Meh, wasn't planning on getting Ouya in the first place and this makes it ever more unlikely.


----------



## Violent by Design (Feb 7, 2013)

Velocity said:


> . They haven't even released the first Ouya yet and they're already telling us they intend to release a new iteration every year - and they conveniently forgot to mention if they intended to price each new version at the same $99.



This was more or less expected in the original blue print. It's a microcomputer, naturally it will have constant updates.


----------



## Deathbringerpt (Feb 7, 2013)

You mean there was any reason at all?


----------



## Hatifnatten (Feb 7, 2013)

So -1 reason now?


----------



## Jaruka (Feb 7, 2013)

Velocity said:


> I dunno... People have iPhones and such on contracts and they usually get free upgrades every eighteen months or two years. We're talking about a new Ouya coming out every year and nothing indicates that the price will remain $99.
> 
> The part that confuses me the most is how popular they expect the Ouya to be. I mean, there were 63,416 backers for the Ouya on Kickstarter... Surely that means most of the people who would have bought an Ouya actually funded its development? So how many sales can they actually be looking at?

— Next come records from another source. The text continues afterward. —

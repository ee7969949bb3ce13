"""One live evaluation: a Question answered. No time is integrated here; a person is waiting with a full hand."""

from __future__ import annotations

from collections.abc import Sequence
from dataclasses import dataclass, replace

from runbook.answers import (
    Agreement,
    Answer,
    ChargeBox,
    Distance,
    LeftAlone,
    Margin,
    Observation,
    Question,
)
from runbook.apparatus.spaces import isolated
from runbook.assess.agreement import Computed, agreement, computed_pressure, read_apart, reading_U
from runbook.assess.ahead import look, standing_valves
from runbook.assess.boxes import charge_box, gas_left
from runbook.assess.corners import Worst, temperature_at_pressure
from runbook.assess.course import Held
from runbook.assess.evidence.estimate import charge_estimate
from runbook.assess.evidence.live import explained
from runbook.assess.futures import CONNECTED, hottest_body, left_alone
from runbook.assess.held import held_reach, held_vent
from runbook.assess.limits import (
    Extremes,
    closed_extremes,
    margins,
    open_extremes,
    with_rate,
    worst_of,
)
from runbook.assess.phases import phases
from runbook.assess.scene import Scene
from runbook.assess.sights import liquid_height, live_sights
from runbook.assess.walk import VesselState, Walked, hottest_of, start_state
from runbook.errors import OutsideValidity
from runbook.procedure.model import WarmTo


@dataclass(frozen=True, slots=True)
class Readings:
    """The readings of a question that the state of the vessel rests on."""

    temperature: Observation | None
    """The hottest of those that count."""
    pressure: Observation | None
    """The highest of those that count, of a gauge that is joined to the charge."""
    isolated: tuple[str, ...]
    """Gauges that were read but are isolated as the valves stand, or may be."""


def answer(scene: Scene, lines: Sequence[Walked], question: Question) -> Answer:
    """Everything the interlock leans on. Raises OutsideValidity nowhere: unknown is part of the answer."""
    box = charge_box(scene, question.charge, question.observations, question.closed != "open")
    readings = _readings(scene, question)
    after_letting_down = question.line >= 0 and lines[question.line].during.letting_down
    if box is not None and after_letting_down and question.closed != "open":
        box = gas_left(scene, box, readings.temperature, readings.pressure) or box
    state = _state(scene, lines, question, box)
    line = lines[question.line] if question.line >= 0 else None
    rate = worst_rate(scene, state, line)
    wall = _wall(scene, state, readings.temperature, rate)
    state = replace(state, hot=wall[1], cold=wall[0])
    held = line.held if line is not None else None
    reach = _reach(scene, state, readings, held)
    computed = None
    if box is not None and state.closed and readings.temperature is not None and held is None:
        # A thermometer lags downwards too.
        moving = max(rate, line.rate if line is not None else 0.0)
        computed = computed_pressure(scene, box, readings.temperature, moving)
    standing = worst_of(margins(scene, reach, state.valves, "now"))
    distance = _distance(scene, state, reach, rate, standing, held is not None)
    found_now = _timed(standing, distance)
    ahead = _ahead(scene, lines, question, box)
    alone, _ = left_alone(scene, state, with_times=False)
    proved = _proved(scene, lines, question, box, state)
    left = _pressure_left(ahead)
    apart = read_apart(lines, readings.temperature, readings.pressure)
    verdict = agreement(scene, computed, box, readings.pressure, left, apart)
    found = _assemble(
        scene,
        question,
        line,
        state,
        box,
        reach,
        computed,
        verdict,
        distance,
        found_now,
        ahead,
        alone,
        proved,
        readings,
    )
    moving = rate if state.source in ("on", "do not know") else 0.0
    return replace(
        found,
        explanations=explained(scene, question, verdict, readings.temperature, moving),
        estimate=charge_estimate(scene, question.charge, question.observations) if state.closed else None,
    )


def _assemble(
    scene: Scene,
    question: Question,
    line: Walked | None,
    state: VesselState,
    box: ChargeBox | None,
    reach: Extremes,
    computed: Computed | None,
    verdict: Agreement,
    distance: Distance,
    found_now: tuple[Margin, ...],
    ahead: tuple[Margin, ...],
    alone: LeftAlone,
    proved: bool,
    readings: Readings,
) -> Answer:
    middle = None if box is None or not state.closed else 0.5 * (box.low_kg + box.high_kg)
    read = readings.temperature.value if readings.temperature else None
    # What melts behind a hand is not as warm as the wall: there the plan's own sights stand.
    by_hand = line is not None and line.held is not None and line.seals
    sights = () if read is None or by_hand else live_sights(scene, line, state, box, read)
    highest = _highest_read(scene, readings)
    if state.letting_down and highest is not None and highest < scene.substance.triple_pressure:
        # No liquid stays at such a pressure, however warm the wall is.
        sights = tuple(one for one in sights if one.of not in ("boiling", "snow"))
    # Where a sight has the height already it is not worked out twice.
    height = next((value for one in sights for name, value, _ in one.numbers if name == "height"), None)
    if height is None and middle is not None and read is not None:
        height = liquid_height(scene, middle, read)
    in_phases = phases(
        scene,
        loaded=state.loaded,
        closed=state.closed,
        letting_down=state.letting_down,
        high_kg=state.high_kg,
        proved=bool(box and box.proved),
        hot=state.hot,
        cold=state.cold,
        pressure=highest,
        by_hand=held_vent(scene, state) is not None,
    )
    return Answer(
        key=question.key,
        now=found_now,
        ahead=ahead,
        left_alone=alone,
        agreement=verdict,
        charge=box,
        charge_proved=proved,
        valid=reach.pressure.value is not None,
        good_for_s=None if distance.seconds is None else max(0.0, 0.5 * distance.seconds),
        phases=in_phases,
        pressure=computed.pressure if computed else _in_the_open(scene, state),
        pressure_U=computed.U if computed else _barometer_U(scene, state),
        region=str(computed.region) if computed else None,
        liquid_height=height,
        distance=distance,
        sights=sights,
    )


def _state(scene: Scene, lines: Sequence[Walked], question: Question, box: ChargeBox | None) -> VesselState:
    """Where the vessel stands by the question, with the walk's bounds for what nobody has read."""
    planned = lines[question.line].during if question.line >= 0 else start_state(scene)
    closed = question.closed != "open"
    loaded = box is not None or planned.loaded
    low, high = (box.low_kg, box.high_kg) if box else (planned.low_kg, planned.high_kg)
    return replace(
        planned,
        loaded=loaded,
        closed=closed and loaded,
        letting_down=loaded and not closed and (planned.letting_down or planned.closed),
        filled=planned.filled and not closed,
        low_kg=low,
        high_kg=high,
        valves=dict(planned.valves) | dict(question.valves),
        source=question.source,
    )


def _readings(scene: Scene, question: Question) -> Readings:
    positions = dict(question.valves)
    # How warm the room is says nothing of the vessel in it.
    room = {i.tag for i in scene.apparatus.instruments if i.of == "room air"}
    walls = [o for o in question.observations if o.what == "temperature" and not o.beside and o.tag not in room]
    gauges = [o for o in question.observations if o.what == "pressure"]
    shut = tuple(o.tag for o in gauges if isolated(scene.apparatus, o.tag, positions))
    # What a gauge showed over the open vessel says nothing of the charge that has been closed in since.
    joined = [o for o in gauges if o.tag not in shut and (o.closed or question.closed == "open")]
    return Readings(
        max(walls, key=lambda o: (o.value, o.sequence), default=None),
        max(joined, key=lambda o: (o.value, o.sequence), default=None),
        shut,
    )


def worst_rate(scene: Scene, state: VesselState, line: Walked | None) -> float:
    """Worst credible warming [K/s]: the line's own rate or the source's full power, the larger; else the room."""
    source, body = scene.apparatus.heat_source, scene.apparatus.body
    if source is not None and state.source in ("on", "do not know"):
        capacity = body.heat_capacity.low + source.heat_capacity.low
        return max(source.power.high / capacity, line.rate if line is not None else 0.0)
    gap = scene.room_hottest - state.cold
    return max(0.0, gap * body.loss_to_room.high / body.heat_capacity.low) if state.closed else 0.0


def _wall(scene: Scene, state: VesselState, read: Observation | None, rate: float) -> tuple[float, float]:
    """Coldest and hottest the wetted wall can be [K]; without a reading what the walk allows."""
    if read is None:
        hot = state.hot
        if state.source in CONNECTED and scene.apparatus.heat_source is not None:
            hot = max(hot, scene.room_hottest)
        return state.cold, hot
    U = reading_U(scene, read)
    probe = scene.instrument(read.tag)
    lag = (probe.lag.high if probe.lag is not None else 0.0) if state.source in ("on", "do not know") else 0.0
    return read.value - U, read.value + U + lag * rate


def _reach(scene: Scene, state: VesselState, readings: Readings, held: Held | None) -> Extremes:
    """Extremes now: the worse of measured and computed, plus U; held: a hand lets go before it comes further."""
    if not state.bears and not (state.loaded and state.letting_down):
        return open_extremes(scene, state.hot, state.cold)
    if held is not None:
        reach = held_reach(scene, held, state, hottest_body(scene, state))
    else:
        reach = closed_extremes(scene, state.high_kg, state.hot, state.cold)
    read = readings.pressure
    if read is None:
        return reach
    U = reading_U(scene, read)
    worst = reach.pressure
    if state.letting_down:
        # With the vent open only the gauge says where the pressure is.
        return replace(reach, pressure=replace(worst, value=read.value + U, uncertainty=U))
    if worst.value is not None and read.value + U > worst.value:
        return replace(reach, pressure=Worst(read.value + U, U, worst.at))
    return reach


def _timed(found: tuple[Margin, ...], distance: Distance) -> tuple[Margin, ...]:
    """The same margins, the pressure limit that falls first knowing how long it lasts."""
    lasting = []
    for one in found:
        # Only the limit that falls first is timed; the others outlast it.
        timed = one.kind == "pressure" and one.margin is not None and distance.pressure is not None
        first = timed and (one.margin or 0.0) <= (distance.pressure or 0.0) + 1.0
        lasting.append(with_rate(one, distance.seconds if first else None))
    return tuple(lasting)


def _distance(
    scene: Scene, state: VesselState, reach: Extremes, rate: float, standing: tuple[Margin, ...], held: bool
) -> Distance:
    """To the lowest pressure limit along the worst corner's own isochore."""
    worst = reach.pressure.value
    limits = [m for m in standing if m.kind == "pressure" and m.allowed is not None]
    if worst is None or not limits:
        return Distance(None, None, None, rate)
    ceiling = min(limits, key=lambda m: m.allowed or 0.0).allowed
    if ceiling is not None and held:
        # The hand is gone before; kelvins are those that would be left if it were not.
        return Distance(ceiling - worst, _kelvins_between(scene, worst, ceiling), None, rate)
    if ceiling is None or not state.closed:
        return Distance(None if ceiling is None else ceiling - worst, None, None, rate)
    reached = temperature_at_pressure(scene, state.high_kg, ceiling, state.hot)
    if worst >= ceiling:
        return Distance(ceiling - worst, 0.0, 0.0, rate)
    if reached is None:
        return Distance(ceiling - worst, None, None, rate)
    kelvin = reached - state.hot
    # Heat off in a room that never gets there: the margin lasts for ever.
    if state.source not in ("on", "do not know") and reached > scene.room_hottest:
        return Distance(ceiling - worst, kelvin, None, rate)
    return Distance(ceiling - worst, kelvin, kelvin / rate if rate > 0.0 else None, rate)


def _kelvins_between(scene: Scene, low: float, high: float) -> float | None:
    """Of liquid beside its vapour, from one pressure [Pa] to another [K]; None beyond its curve."""
    try:
        return scene.substance.boiling_temperature(high) - scene.substance.boiling_temperature(low)
    except OutsideValidity:
        return None


def _ahead(scene: Scene, lines: Sequence[Walked], question: Question, box: ChargeBox | None) -> tuple[Margin, ...]:
    """Of entering `to`; asked again at every reading, so kept for as long as charge and valves are the same."""
    if not 0 <= question.to < len(lines):
        return ()
    high = box.high_kg if box is not None else None
    key = (question.to, high, question.valves)
    if key not in scene.looked:
        moved = list(lines)
        moved[question.to] = standing_valves(lines[question.to], dict(question.valves))
        if len(scene.looked) > 256:
            scene.looked.clear()
        scene.looked[key] = look(scene, moved, question.to, with_times=False, high_kg=high).margins
    return scene.looked[key]


def _proved(
    scene: Scene, lines: Sequence[Walked], question: Question, box: ChargeBox | None, state: VesselState
) -> bool:
    """Proved after closing, or so little at most that the step cannot fill the vessel with liquid."""
    if box is None:
        return False
    if box.proved and not box.contradiction:
        return True
    if not 0 <= question.to < len(lines) or box.contradiction:
        return False
    verb = lines[question.to].verb
    if not isinstance(verb, WarmTo):
        return False
    density = box.high_kg / scene.volume[0]
    full = scene.substance.liquid_full_temperature(density)
    if full is None:
        # At critical density and thinner liquid never fills the vessel; denser than any liquid it always does.
        return density < scene.substance.critical_density or scene.substance.is_critical(density)
    return hottest_of(scene, verb) < full


def _in_the_open(scene: Scene, state: VesselState) -> float | None:
    """An open vessel that nobody has let down stands at the room's pressure [Pa]."""
    return None if state.closed or state.letting_down else scene.barometer.middle_Pa


def _barometer_U(scene: Scene, state: VesselState) -> float | None:
    return None if _in_the_open(scene, state) is None else 0.5 * (scene.barometer.high_Pa - scene.barometer.low_Pa)


def _pressure_left(ahead: tuple[Margin, ...]) -> float | None:
    left = [m.margin for m in ahead if m.kind == "pressure"]
    known = [m for m in left if m is not None]
    return min(known) if left and len(known) == len(left) else None


def _highest_read(scene: Scene, readings: Readings) -> float | None:
    one = readings.pressure
    return None if one is None else one.value + reading_U(scene, one)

Even on contracts you often have to pay around $100 for the phone, (assuming you're paying around $40). 

It confuses me as well, I assume it'll sell okay but I don't expect it to break any records.


----------



## Aruarian (Feb 7, 2013)

On contracts you're paying full-price (often more) for the phone, it's just spread over the full term of the contract (with stuff like iphones demanding funds upfront).


----------



## Agmaster (Feb 7, 2013)

Ok ok, let's say this is totally worth the price...what happens to the annual dumping of Ouldyas?


----------



## Aruarian (Feb 7, 2013)

They get sent to poor African children.


----------



## bigduo209 (Feb 7, 2013)

Death-kun said:


> lol Ouya.



Oh Yeah?






Wuya?


----------



## dream (Feb 7, 2013)

Agmaster said:


> Ok ok, let's say this is totally worth the price...what happens to the annual dumping of Ouldyas?



They go where all those unsold copies of that E.T. game went.


----------